● ACTIVITY
Copy out the data line by line exactly, from its start to the line bearing "default 24 bootstrap", inclusive.

*** Opening of INPUT FOR THIS TASK ***

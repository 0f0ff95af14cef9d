//! Speed of the fitting analyses through the plugin ABI, as the daemon calls them:
//!
//! - `carriers.freeze_out_fit` on a temperature series of 100 points (20 K to 400 K) of an
//!   invented compensated n-type silicon sample, generated with the full charge-neutrality
//!   model of `mobilis_physics::forward::statistics` and 0.5 % noise;
//! - `spectrum.mobility` on a 200-point grid per carrier sign and 140 fields (two 70-point
//!   branches to 9 T), three invented carriers, 5e-4 noise, with its default 24 bootstrap
//!   replicas for the peak uncertainties;
//! - `spectrum.multi_carrier_fit` on the same sweep with automatic carrier selection;
//! - both spectrum analyses on long sweeps logged continuously at 10 Hz over a -14 T to 14 T
//!   ramp (10,000, 20,000 and 40,000 readings, the same three carriers and noise), with the
//!   peak resident memory of each call, to show that cost and memory stay bounded as the
//!   sweep grows (such sweeps are reduced onto a field grid first: the spectrum plugin's
//!   `reduction` module).
//!
//! Each figure is printed beside its goal. With `MOBILIS_BENCH_DUMP=DIR` the outputs of the
//! short cases (table and summary) are written to `DIR` as JSON, to compare results before
//! and after a change. `MOBILIS_BENCH_ONLY=TEXT` runs only the short cases whose label
//! contains TEXT (and no long sweep), and `MOBILIS_BENCH_REPEAT=N` times each of them N
//! times: a profiler then sees one analysis alone.
//!
//! Run it with
//!
//! ```text
//! cargo bench -p mobilis-tests --bench analyses
//! ```
//!
//! It builds the release plugin libraries first. Each figure is the wall time of one call
//! after one untimed warm-up, median and fastest of several repetitions.

use mobilis_numerics::noise::Rng;
use mobilis_physics::forward::statistics::{solve_charge_neutrality, BandModel, Dopants};
use mobilis_physics::forward::tensor::{symmetric_fields, synthetic_sweep, Carrier, SweepImperfections, SweepNoise};
use mobilis_rpc::plugin_host::CallControl;
use mobilis_tests::bench::{
    build_release_plugins, fail, format_kib, format_seconds, invoked_as_benchmark, load_plugins, measure, peak_rss_kib,
};
use polars::prelude::*;
use serde_json::json;
use std::sync::Arc;

const BENCH: &str = "analyses";

/// 100 temperatures of an invented sample: N_D 3e15, N_A 2e14 cm^-3, E_D 45 meV.
fn temperature_series() -> DataFrame {
    let bands = BandModel::silicon();
    let dopants = Dopants::new(3e21, 2e20, 0.045, 0.045);
    let mut rng = Rng::seeded(100);
    let (mut temperatures, mut densities, mut uncertainties) = (Vec::new(), Vec::new(), Vec::new());
    for step in 0..100 {
        let temperature = 20.0 + 380.0 * step as f64 / 99.0;
        let equilibrium = solve_charge_neutrality(&dopants, &bands, temperature)
            .unwrap_or_else(|error| fail(BENCH, &format!("forward model: {error}")));
        let density = equilibrium.electron_density_m3 * (1.0 + 0.005 * rng.standard_normal());
        temperatures.push(temperature);
        densities.push(density);
        uncertainties.push(0.005 * density);
    }
    df!(
        "temperature_K" => temperatures,
        "density_m3" => densities,
        "density_m3_unc" => uncertainties,
        "carrier_type" => vec!["n"; 100],
    )
    .expect("columns of equal length")
}

/// A 140-field sweep of three invented carriers.
fn sweep() -> DataFrame {
    let carriers = [
        Carrier::electron(9e16, 1.5),
        Carrier::electron(2e17, 0.2),
        Carrier::hole(5e17, 0.05),
    ];
    let fields: Vec<f64> = symmetric_fields(9.0, 70)
        .unwrap_or_else(|error| fail(BENCH, &error.to_string()))
        .into_iter()
        .filter(|b| *b != 0.0)
        .collect();
    let noise = SweepNoise {
        absolute_ohm: 1e-3,
        relative: 5e-4,
    };
    let points = synthetic_sweep(
        &carriers,
        &fields,
        &noise,
        &SweepImperfections::default(),
        &mut Rng::seeded(140),
    )
    .unwrap_or_else(|error| fail(BENCH, &error.to_string()));
    df!(
        "field_T" => points.iter().map(|p| p.field_t).collect::<Vec<_>>(),
        "rho_xx_ohm_sq" => points.iter().map(|p| p.rho_xx_ohm_sq).collect::<Vec<_>>(),
        "rho_xy_ohm" => points.iter().map(|p| p.rho_xy_ohm).collect::<Vec<_>>(),
    )
    .expect("columns of equal length")
}

/// A continuous ramp from -14 T to 14 T logged `readings` times, of the same three carriers.
fn long_sweep(readings: usize) -> DataFrame {
    let carriers = [
        Carrier::electron(9e16, 1.5),
        Carrier::electron(2e17, 0.2),
        Carrier::hole(5e17, 0.05),
    ];
    let fields: Vec<f64> = (0..readings)
        .map(|i| -14.0 + 28.0 * i as f64 / (readings - 1) as f64)
        .collect();
    let noise = SweepNoise {
        absolute_ohm: 1e-3,
        relative: 5e-4,
    };
    let points = synthetic_sweep(
        &carriers,
        &fields,
        &noise,
        &SweepImperfections::default(),
        &mut Rng::seeded(readings as u64),
    )
    .unwrap_or_else(|error| fail(BENCH, &error.to_string()));
    df!(
        "field_T" => points.iter().map(|p| p.field_t).collect::<Vec<_>>(),
        "rho_xx_ohm_sq" => points.iter().map(|p| p.rho_xx_ohm_sq).collect::<Vec<_>>(),
        "rho_xy_ohm" => points.iter().map(|p| p.rho_xy_ohm).collect::<Vec<_>>(),
    )
    .expect("columns of equal length")
}

/// Resets the peak resident set to the current one (Linux `clear_refs`, value 5), so that
/// the peak of each long case is its own.
fn reset_peak_rss() {
    let _ = std::fs::write("/proc/self/clear_refs", "5");
}

/// Writes an output as JSON: the summary, the warnings and every column of the table.
fn dump(directory: &str, name: &str, output: &mobilis_rpc::plugin_host::InvokeSuccess) {
    let mut columns = serde_json::Map::new();
    for column in output.table.columns() {
        let values: Vec<serde_json::Value> = match column.cast(&DataType::Float64) {
            Ok(cast) => {
                let values = cast.f64().expect("cast to f64");
                (0..values.len())
                    .map(|i| values.get(i).map_or(serde_json::Value::Null, |v| json!(v)))
                    .collect()
            }
            Err(_) => vec![json!(format!("{column:?}"))],
        };
        columns.insert(column.name().to_string(), serde_json::Value::Array(values));
    }
    let document = json!({"summary": output.summary, "warnings": output.warnings, "columns": columns});
    let path = std::path::Path::new(directory).join(format!("{name}.json"));
    std::fs::write(&path, serde_json::to_string_pretty(&document).expect("JSON"))
        .unwrap_or_else(|error| fail(BENCH, &format!("{}: {error}", path.display())));
}

fn main() {
    if !invoked_as_benchmark(BENCH) {
        return;
    }
    let release = build_release_plugins(BENCH, &["mobilis-plugin-carriers", "mobilis-plugin-spectrum"]);
    let host = load_plugins(BENCH, &release, &["mobilis_carriers", "mobilis_spectrum"]);
    let control = Arc::new(CallControl::default());

    let series = vec![("hall".to_owned(), temperature_series())];
    let sweep = vec![("sweep".to_owned(), sweep())];
    let cases = [
        (
            "carriers.freeze_out_fit, 100 temperatures",
            "carriers.freeze_out_fit",
            json!({"material": "Si"}),
            &series,
            5,
            0.010,
        ),
        (
            "spectrum.mobility, 200-point grid, 140 fields",
            "spectrum.mobility",
            json!({"points_per_sign": 200}),
            &sweep,
            5,
            0.050,
        ),
        (
            "spectrum.multi_carrier_fit, 140 fields, automatic",
            "spectrum.multi_carrier_fit",
            json!({}),
            &sweep,
            3,
            0.100,
        ),
    ];
    let dump_directory = std::env::var("MOBILIS_BENCH_DUMP").ok();
    let only = std::env::var("MOBILIS_BENCH_ONLY").ok();
    let repeat: Option<usize> = std::env::var("MOBILIS_BENCH_REPEAT")
        .ok()
        .and_then(|text| text.parse().ok());
    println!("{:<52} {:>12} {:>12} {:>12}", "analysis", "median", "fastest", "goal");
    for (label, analysis, params, inputs, repetitions, goal_s) in cases {
        if only.as_ref().is_some_and(|text| !label.contains(text.as_str())) {
            continue;
        }
        let repetitions = repeat.unwrap_or(repetitions);
        if let Some(directory) = &dump_directory {
            let output = host
                .invoke(analysis, &params, inputs, &control)
                .unwrap_or_else(|failure| fail(BENCH, &format!("{analysis}: {}", failure.message)));
            dump(directory, analysis, &output);
        }
        let timing = measure(1, repetitions, || {
            host.invoke(analysis, &params, inputs, &control)
                .unwrap_or_else(|failure| fail(BENCH, &format!("{analysis}: {}", failure.message)))
        });
        println!(
            "{label:<52} {:>12} {:>12} {:>12}",
            format_seconds(timing.median_s),
            format_seconds(timing.min_s),
            format!("<= {}", format_seconds(goal_s)),
        );
    }

    if only.is_some() {
        return;
    }
    // Long sweeps: one untimed call, then the median of three; the peak resident set of
    // the process during the calls (reset before them, so it is theirs and the table's).
    println!();
    println!(
        "{:<52} {:>12} {:>12} {:>12} {:>14}",
        "long sweep (10 Hz ramp, -14 T to 14 T)", "median", "fastest", "goal", "peak RSS"
    );
    for readings in [10_000, 20_000, 40_000] {
        let sweep = vec![("sweep".to_owned(), long_sweep(readings))];
        for (analysis, params) in [
            ("spectrum.mobility", json!({})),
            ("spectrum.multi_carrier_fit", json!({})),
        ] {
            reset_peak_rss();
            let timing = measure(1, 3, || {
                host.invoke(analysis, &params, &sweep, &control)
                    .unwrap_or_else(|failure| {
                        fail(
                            BENCH,
                            &format!("{analysis} on {readings} readings: {}", failure.message),
                        )
                    })
            });
            let peak = format_kib(peak_rss_kib());
            println!(
                "{:<52} {:>12} {:>12} {:>12} {:>14}",
                format!("{analysis}, {readings} readings"),
                format_seconds(timing.median_s),
                format_seconds(timing.min_s),
                format!("<= {}", format_seconds(1.0)),
                peak,
            );
        }
    }
    println!("peak RSS {}", format_kib(peak_rss_kib()));
}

*** Close of INPUT FOR THIS TASK ***

● EXPECTED ANSWER
repository 0f0ff95af14cef9d
//! Speed of the fitting analyses through the plugin ABI, as the daemon calls them:
//!
//! - `carriers.freeze_out_fit` on a temperature series of 100 points (20 K to 400 K) of an
//!   invented compensated n-type silicon sample, generated with the full charge-neutrality
//!   model of `mobilis_physics::forward::statistics` and 0.5 % noise;
//! - `spectrum.mobility` on a 200-point grid per carrier sign and 140 fields (two 70-point
//!   branches to 9 T), three invented carriers, 5e-4 noise, with its default 24 bootstrap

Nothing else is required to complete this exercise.